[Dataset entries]

※

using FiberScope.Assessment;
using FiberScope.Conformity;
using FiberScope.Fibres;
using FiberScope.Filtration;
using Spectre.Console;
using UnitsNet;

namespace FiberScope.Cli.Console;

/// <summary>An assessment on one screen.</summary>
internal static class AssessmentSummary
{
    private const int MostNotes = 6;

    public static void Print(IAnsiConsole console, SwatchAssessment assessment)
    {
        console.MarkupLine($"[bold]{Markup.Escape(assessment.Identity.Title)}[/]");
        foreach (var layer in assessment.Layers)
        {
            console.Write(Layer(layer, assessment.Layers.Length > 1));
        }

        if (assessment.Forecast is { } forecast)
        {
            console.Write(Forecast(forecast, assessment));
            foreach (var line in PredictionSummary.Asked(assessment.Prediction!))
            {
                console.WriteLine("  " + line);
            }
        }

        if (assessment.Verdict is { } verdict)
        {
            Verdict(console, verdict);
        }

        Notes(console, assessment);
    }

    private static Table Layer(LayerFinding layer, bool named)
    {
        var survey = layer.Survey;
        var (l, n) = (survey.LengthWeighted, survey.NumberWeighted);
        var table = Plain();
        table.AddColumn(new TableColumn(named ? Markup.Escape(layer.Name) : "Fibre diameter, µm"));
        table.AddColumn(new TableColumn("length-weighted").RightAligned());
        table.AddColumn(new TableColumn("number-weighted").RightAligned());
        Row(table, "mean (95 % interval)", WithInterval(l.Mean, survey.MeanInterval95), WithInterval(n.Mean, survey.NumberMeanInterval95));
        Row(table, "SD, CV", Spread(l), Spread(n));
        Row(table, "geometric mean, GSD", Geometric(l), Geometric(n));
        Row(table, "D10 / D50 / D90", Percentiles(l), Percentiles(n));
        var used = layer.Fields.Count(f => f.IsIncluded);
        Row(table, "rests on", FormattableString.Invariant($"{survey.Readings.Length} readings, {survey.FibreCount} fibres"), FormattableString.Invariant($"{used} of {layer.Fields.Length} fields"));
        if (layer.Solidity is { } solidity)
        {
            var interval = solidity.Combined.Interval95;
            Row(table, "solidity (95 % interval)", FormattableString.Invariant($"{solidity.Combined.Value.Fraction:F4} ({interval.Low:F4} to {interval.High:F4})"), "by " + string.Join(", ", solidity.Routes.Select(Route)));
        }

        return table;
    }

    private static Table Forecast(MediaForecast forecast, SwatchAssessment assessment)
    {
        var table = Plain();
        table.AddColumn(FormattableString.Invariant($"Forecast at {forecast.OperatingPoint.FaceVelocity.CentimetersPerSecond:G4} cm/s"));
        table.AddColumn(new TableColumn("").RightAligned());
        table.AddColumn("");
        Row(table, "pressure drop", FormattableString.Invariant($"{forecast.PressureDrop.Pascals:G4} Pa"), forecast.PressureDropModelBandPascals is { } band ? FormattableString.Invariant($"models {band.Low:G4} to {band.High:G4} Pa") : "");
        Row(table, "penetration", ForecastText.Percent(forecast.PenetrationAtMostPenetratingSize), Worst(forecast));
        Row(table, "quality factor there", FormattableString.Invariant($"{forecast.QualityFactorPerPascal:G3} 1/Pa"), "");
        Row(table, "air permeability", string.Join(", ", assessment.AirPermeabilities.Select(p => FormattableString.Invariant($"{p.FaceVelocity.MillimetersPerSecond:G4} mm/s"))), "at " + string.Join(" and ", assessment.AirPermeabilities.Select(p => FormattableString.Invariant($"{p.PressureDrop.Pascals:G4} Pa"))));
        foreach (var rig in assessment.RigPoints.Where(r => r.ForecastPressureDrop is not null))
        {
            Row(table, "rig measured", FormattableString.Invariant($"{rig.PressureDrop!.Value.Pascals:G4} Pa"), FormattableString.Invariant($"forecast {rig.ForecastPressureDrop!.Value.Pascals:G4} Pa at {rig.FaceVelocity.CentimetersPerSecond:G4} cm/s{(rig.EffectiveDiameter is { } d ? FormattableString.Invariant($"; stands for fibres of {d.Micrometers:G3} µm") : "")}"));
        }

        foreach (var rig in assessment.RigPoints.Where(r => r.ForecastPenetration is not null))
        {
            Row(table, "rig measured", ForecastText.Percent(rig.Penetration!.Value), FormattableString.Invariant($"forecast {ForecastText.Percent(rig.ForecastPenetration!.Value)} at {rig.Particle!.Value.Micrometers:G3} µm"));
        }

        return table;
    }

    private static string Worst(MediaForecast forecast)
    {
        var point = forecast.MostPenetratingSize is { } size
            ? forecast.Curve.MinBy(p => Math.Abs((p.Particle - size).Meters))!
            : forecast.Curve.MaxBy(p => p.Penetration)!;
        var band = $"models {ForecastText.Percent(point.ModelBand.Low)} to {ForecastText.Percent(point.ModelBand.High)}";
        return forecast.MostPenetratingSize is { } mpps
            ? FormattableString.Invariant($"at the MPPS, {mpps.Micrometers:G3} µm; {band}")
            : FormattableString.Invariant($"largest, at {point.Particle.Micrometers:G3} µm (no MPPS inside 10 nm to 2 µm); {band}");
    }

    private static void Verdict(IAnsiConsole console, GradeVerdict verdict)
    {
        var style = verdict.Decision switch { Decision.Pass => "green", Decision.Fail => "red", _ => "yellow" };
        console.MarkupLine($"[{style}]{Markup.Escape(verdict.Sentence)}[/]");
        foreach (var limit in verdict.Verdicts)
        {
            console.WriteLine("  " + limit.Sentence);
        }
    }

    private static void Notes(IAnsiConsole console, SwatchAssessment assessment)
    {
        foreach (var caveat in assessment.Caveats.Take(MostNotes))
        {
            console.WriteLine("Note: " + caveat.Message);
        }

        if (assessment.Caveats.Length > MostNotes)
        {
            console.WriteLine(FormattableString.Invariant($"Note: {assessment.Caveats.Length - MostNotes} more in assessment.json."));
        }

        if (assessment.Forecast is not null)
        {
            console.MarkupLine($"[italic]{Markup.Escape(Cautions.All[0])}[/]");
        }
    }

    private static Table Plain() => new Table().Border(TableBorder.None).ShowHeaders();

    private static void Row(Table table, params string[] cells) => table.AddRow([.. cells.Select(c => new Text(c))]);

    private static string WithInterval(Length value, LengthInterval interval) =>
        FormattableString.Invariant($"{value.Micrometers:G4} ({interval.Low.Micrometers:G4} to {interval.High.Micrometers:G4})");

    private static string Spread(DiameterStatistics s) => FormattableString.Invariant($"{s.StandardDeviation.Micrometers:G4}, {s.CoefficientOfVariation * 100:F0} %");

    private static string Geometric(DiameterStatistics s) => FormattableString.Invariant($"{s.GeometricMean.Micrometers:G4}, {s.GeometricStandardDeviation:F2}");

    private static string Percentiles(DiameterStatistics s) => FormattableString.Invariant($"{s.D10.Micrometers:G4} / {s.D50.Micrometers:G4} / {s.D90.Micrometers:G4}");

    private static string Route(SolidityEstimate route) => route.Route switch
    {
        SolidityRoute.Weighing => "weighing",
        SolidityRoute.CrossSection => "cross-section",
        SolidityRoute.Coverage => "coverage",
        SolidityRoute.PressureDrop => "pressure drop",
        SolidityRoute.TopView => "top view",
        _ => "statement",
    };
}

※

• **EXERCISE REQUIREMENTS**
Bring together each line above where the string "Spread" turns up.

• **EXPECTED ANSWER**
        Row(table, "SD, CV", Spread(l), Spread(n));
    private static string Spread(DiameterStatistics s) => FormattableString.Invariant($"{s.StandardDeviation.Micrometers:G4}, {s.CoefficientOfVariation * 100:F0} %");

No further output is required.